I have never heard anyone say: "For the whole next year" even tho' I still maintain it is grammatically correct. But then I've never been to the U.S.A.


----------



## You little ripper!

When I was in Italy many years ago I met an Italian student on the train to Florence who had a university textbook in her hand entitled: "American English". I asked her: "Why do they call it American English instead of just English since they are basically the same with a few spelling differences and some colloquialisms peculiar to the country?" and she said to me: "They are quite different languages." 
Am I being naive?  And do they still teach "American English" in Italian Universities?
In Australia, when I was at school, be that many years ago, the English we were taught was the Queen's or British English and I presume it is still being taught. We have a lot of Australian colloquialisms but we know that they are Australian expressions and not basic English.


----------



## DareRyan

Although the differences between the forms of English are minimal, there are many phrases that would merit a glazed and confused expression from many of us here in the U.S. who haven't had extensive training in the formal language. One example that comes immediately to mind is the word "Queue", although it is a a legitimate word I'd say at least 50% of Americans would have no idea as to it's definition. Needless to say, we would use "Line" reflexively.

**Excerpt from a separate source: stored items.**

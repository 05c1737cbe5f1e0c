/**
 * The extension manifest (root package.json) agrees with the code: the commands contributed are
 * exactly the ones the client registers, every setting is one the server reads (its default gives
 * the server's defaults, and a changed value changes what the server uses), and every file the
 * manifest names is packed by client/vsix.vscodeignore.
 */
import { describe, expect, it } from 'vitest';
import { existsSync, readFileSync } from 'node:fs';
import { join } from 'node:path';
import { COMMAND_CATEGORY, COMMANDS, NO_WORKSPACE_CHECK_CONTEXT } from '../../client/src/commands';
import { DEFAULT_SERVICE_SETTINGS, readSettings, RULE_VALUES } from '../../shared-core/src/service/settings';
import { HINT_KEYS } from '../../shared-core/src/service/types';
import { keySpec } from '../../shared-core/src/vocabulary/keys';
import { PROJECT_KEYS, SETTING_KEYS } from '../../shared-core/src/service/projectConfig';
// @ts-expect-error -- a plain ES module without type declarations
import { fields, scripts } from '../../client/manifest.mjs';

const root = join(__dirname, '..', '..');
const manifest = JSON.parse(readFileSync(join(root, 'package.json'), 'utf8')) as Record<string, any>;

interface SettingSchema {
  type: string;
  default: unknown;
  enum?: string[];
  items?: { enum?: string[]; enumDescriptions?: string[] };
  markdownDescription?: string;
  description?: string;
  minimum?: number;
  maximum?: number;
}
const properties = manifest.contributes.configuration.properties as Record<string, SettingSchema>;

/** A valid value different from the default, to prove the server reads the setting. */
const changed: Record<string, unknown> = {
  'dewmark.units': 'IP',
  'dewmark.pressure': '84 kPa',
  'dewmark.elevation': '1600 m',
  'dewmark.inlayHints.properties': ['wb', 'v'],
  'dewmark.precision': 2,
  'dewmark.checkClaims': false,
  'dewmark.hover.secondaryUnits': true,
  'dewmark.maxNoteSizeKB': 512,
};

/** Nests `{ 'a.b': v }` the way VS Code hands a section to `workspace/configuration`. */
function section(values: Record<string, unknown>): Record<string, unknown> {
  const out: Record<string, any> = {};
  for (const [key, v] of Object.entries(values)) {
    const parts = key.replace(/^dewmark\./, '').split('.');
    let cur = out;
    for (const p of parts.slice(0, -1)) cur = cur[p] ??= {};
    cur[parts[parts.length - 1]!] = v;
  }
  return out;
}

describe('extension manifest', () => {
  it('package.json holds the fields of client/manifest.mjs', () => {
    for (const [k, v] of Object.entries(fields as Record<string, unknown>)) expect(manifest[k], k).toEqual(v);
    for (const [k, v] of Object.entries(scripts as Record<string, string>)) expect(manifest.scripts[k], k).toBe(v);
  });

  it('activates on Markdown and runs the bundled client', () => {
    expect(manifest.main).toBe('./dist/client.js');
    expect(manifest.activationEvents).toContain('onLanguage:markdown');
    expect(manifest.engines.vscode).toBe('^1.91.0');
    // dist/client.js is a CommonJS bundle: VS Code requires it, which fails in a "type": "module" package.
    expect(manifest.type ?? 'commonjs', 'the root package must stay CommonJS').toBe('commonjs');
    expect(manifest.capabilities.untrustedWorkspaces).toEqual({ supported: true });
    // Virtual workspaces: open notes get everything, but Check All reads local folders only.
    expect(manifest.capabilities.virtualWorkspaces.supported).toBe('limited');
    expect(manifest.capabilities.virtualWorkspaces.description).toMatch(/Check All/);
    // The web build: the browser-only editor runs dist/web/client.js (built from client/src/web.ts);
    // the palette hides Check All where the server cannot search (the context key the client sets).
    expect(manifest.browser).toBe('./dist/web/client.js');
    expect(manifest.extensionKind).toEqual(['workspace']);
    const checkAll = (manifest.contributes.menus.commandPalette as { command: string; when?: string }[]).find(
      (m) => m.command === COMMANDS.checkWorkspace.id,
    );
    expect(checkAll?.when).toContain(`!${NO_WORKSPACE_CHECK_CONTEXT}`);
  });

  it('names where the project lives, and is publishable to npm', () => {
    expect(manifest.private, 'the root package is the npm package "dewmark"').toBeUndefined();
    expect(manifest.repository.url).toMatch(/^git\+https:\/\//);
    expect(manifest.homepage).toMatch(/^https:\/\//);
    expect(manifest.bugs.url).toMatch(/^https:\/\//);
    // vsce refuses a root .vscodeignore beside the npm `files` list; the .vsix list lives in client/.
    expect(existsSync(join(root, '.vscodeignore'))).toBe(false);
    expect(manifest.files).not.toContain('dist/client.js');
  });

  it('contributes exactly the commands the client registers, under the Dewmark category', () => {
    const contributed = (manifest.contributes.commands as { command: string; title: string; category: string }[]).map(
      (c) => [c.command, c.title, c.category],
    );
    const code = Object.values(COMMANDS).map((c) => [c.id, c.title, COMMAND_CATEGORY]);
    expect(contributed.sort()).toEqual(code.sort());
    const source = readFileSync(join(root, 'client', 'src', 'extension.ts'), 'utf8');
    for (const key of Object.keys(COMMANDS))
      expect(source, key).toMatch(new RegExp(`registerCommand\\(\\s*COMMANDS\\.${key}\\.id`));
    const palette = (manifest.contributes.menus.commandPalette as { command: string }[]).map((m) => m.command).sort();
    expect(palette).toEqual(
      Object.values(COMMANDS)
        .map((c) => c.id)
        .sort(),
    );
  });

  it('every setting has a description and a default, and the defaults are the server defaults', () => {
    for (const [key, s] of Object.entries(properties)) {
      expect(s.markdownDescription ?? s.description, key).toBeTruthy();
      expect(s.default, key).not.toBeUndefined();
    }
    const defaults = Object.fromEntries(Object.entries(properties).map(([k, s]) => [k, s.default]));
    const { settings, problems } = readSettings(section(defaults));
    expect(problems).toEqual([]);
    expect(settings).toEqual(DEFAULT_SERVICE_SETTINGS);
  });

  it('every setting except the client-side trace is read by the server', () => {
    const serverSide = Object.keys(properties).filter((k) => k !== 'dewmark.trace.server');
    expect(serverSide.sort()).toEqual(Object.keys(changed).sort());
    const base = readSettings(section({})).settings;
    for (const key of serverSide) {
      const { settings, problems } = readSettings(section({ [key]: changed[key] }));
      expect(problems, key).toEqual([]);
      expect(settings, `${key} = ${JSON.stringify(changed[key])} changes nothing the server uses`).not.toEqual(base);
    }
    expect(properties['dewmark.trace.server']!.enum).toEqual(['off', 'messages', 'verbose']);
  });

  it('enumerates the hint keys and unit systems the server accepts', () => {
    expect(properties['dewmark.inlayHints.properties']!.items!.enum).toEqual([...HINT_KEYS]);
    // The descriptions are the key table's too (client/manifest.mjs cannot import TypeScript, so it
    // keeps a copy that this test holds to the table).
    expect(properties['dewmark.inlayHints.properties']!.items!.enumDescriptions).toEqual(
      HINT_KEYS.map((k) => keySpec(k).hint),
    );
    expect(properties['dewmark.units']!.enum).toEqual(['SI', 'IP']);
    const { problems } = readSettings(section({ 'dewmark.precision': properties['dewmark.precision']!.maximum! + 1 }));
    expect(problems.length, 'the manifest maximum of dewmark.precision is the server maximum').toBe(1);
  });

  it('packs every file the manifest names, and nothing from node_modules', () => {
    const ignore = readFileSync(join(root, 'client', 'vsix.vscodeignore'), 'utf8')
      .split('\n')
      .map((l) => l.trim());
    expect(ignore).toContain('**');
    const named = [
      manifest.main.replace(/^\.\//, ''),
      'dist/server.js',
      manifest.browser.replace(/^\.\//, ''),
      'dist/web/server.js',
      manifest.icon,
      ...(manifest.contributes.grammars as { path: string }[]).map((g) => g.path.replace(/^\.\//, '')),
      ...(manifest.contributes.languages as { configuration: string }[]).map((l) =>
        l.configuration.replace(/^\.\//, ''),
      ),
      ...(manifest.contributes['markdown.previewStyles'] as string[]).map((p) => p.replace(/^\.\//, '')),
      'LICENSE',
      'CHANGELOG.md',
      ...(manifest.contributes.jsonValidation as { url: string }[]).map((v) => v.url.replace(/^\.\//, '')),
    ];
    for (const f of named) {
      expect(ignore, f).toContain(`!${f}`);
      if (!f.startsWith('dist/')) expect(existsSync(join(root, f)), f).toBe(true);
    }
    expect(ignore.filter((l) => l.startsWith('!') && l.includes('node_modules'))).toEqual([]);
  });

  it(
    'validates dewmark.json with a schema whose keys and ' +
      'values are the ones the project file and the server accept',
    () => {
      expect(manifest.contributes.jsonValidation).toEqual([
        { fileMatch: 'dewmark.json', url: './schema/dewmark.schema.json' },
      ]);
      expect(manifest.files).toContain('schema/');
      const schema = JSON.parse(readFileSync(join(root, 'schema', 'dewmark.schema.json'), 'utf8')) as Record<
        string,
        any
      >;
      expect(schema.additionalProperties).toBe(false);
      expect(Object.keys(schema.properties).sort()).toEqual([...PROJECT_KEYS].sort());
      expect(schema.properties.units.enum).toEqual(properties['dewmark.units']!.enum);
      expect(schema.properties.inlayHints.properties.properties.items.enum).toEqual([...HINT_KEYS]);
      expect(schema.properties.precision.maximum).toBe(properties['dewmark.precision']!.maximum);
      expect(schema.properties.rules.additionalProperties.enum).toEqual([...RULE_VALUES]);
      // Every editor-setting key of the project file is a contributed setting.
      for (const key of SETTING_KEYS)
        expect(
          Object.keys(properties).some((k) => k === `dewmark.${key}` || k.startsWith(`dewmark.${key}.`)),
          key,
        ).toBe(true);
    },
  );
});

Also, in reference to the post I know I would say 'All of next year'

Sorry for going off on a bit of a tangent


----------



## You little ripper!

DareRyan said:
			
		

> Although the differences between the forms of English are minimal, there are many phrases that would merit a glazed and confused expression from many of us here in the U.S. who haven't had extensive training in the formal language. One example that comes immediately to mind is the word "Queue" although it is a a legitimate word I'd say at least 50% of Americans would have no idea as to it's meaning. Needless to say we would use "Line" reflexively.
> 
> Also in reference to the post I know I would say 'All of next year'


I agree with you but do you think the differences merit being called another language? With T.V. and movies, those expressions are being learnt all the time. I know that watching American T.V. programs I have learnt a lot of American expressions peculiar to your country but they probably wouldn't be my first choice in my communication, altho' I have noticed that occasionally I do use a few. Most Americans, I feel, would recognize many Australian expressions because a lot of our movies have made it big over there.


----------



## ElaineG

To continue with your tanget, Charles, I don't think that they are separate languages; there are just regional variations.  (This reminds me of the thread going on dialetti in Italian!)  But there is "standard American English" and "standard British English" and each are equally correct (and formal) in the appropriate place. (For example, line and queue are both valid and correct word choices).  I'm unfortunately not familiar enough with Australian English to know how much it varies from British and/or American English.

I know some Aussie slang from the movies  (silly, probably outdated words like 'Sheila' and 'barbie' come to mind, and of course everyone knows 'mate' at this point), but slang is not the same as differences in standard written language.  Each town (or here in NY, neighborhood) can have its own slang, but those words don't become part of standard speech.

On the other hand, "program" and "programme" are equally standard, depending on whether you are in London or Long Island!


----------



## ottotootsieplohound

One more AE speaker weighing in - I am definitely in the 'of' camp.  One doesn't say 'for the whole last year' either, does one?


----------



## You little ripper!

ElaineG said:
			
		

> To continue with your tanget, Charles, I don't think that they are separate languages; there are just regional variations. (This reminds me of the thread going on dialetti in Italian!) But there is "standard American English" and "standard British English" and each are equally correct (and formal) in the appropriate place. (For example, line and queue are both valid and correct word choices). I'm unfortunately not familiar enough with Australian English to know how much it varies from British and/or American English.
> 
> I know some Aussie slang from the movies (silly, probably outdated words like 'Sheila' and 'barbie' come to mind, and of course everyone knows 'mate' at this point), but slang is not the same as differences in standard written language. Each town (or here in NY, neighborhood) can have its own slang, but those words don't become part of standard speech.
> 
> On the other hand, "program" and "programme" are equally standard, depending on whether you are in London or Long Island!


I agree with you and DareRyan. I don't think they are separate languages. I think tho' with Italian dialects it is a bit different. One region can sometimes not understand another. That said, a person from the south in Calabria tends to understand another person from the south in Sicily a lot more readily than someone from the north and it's probably the same vice versa.


----------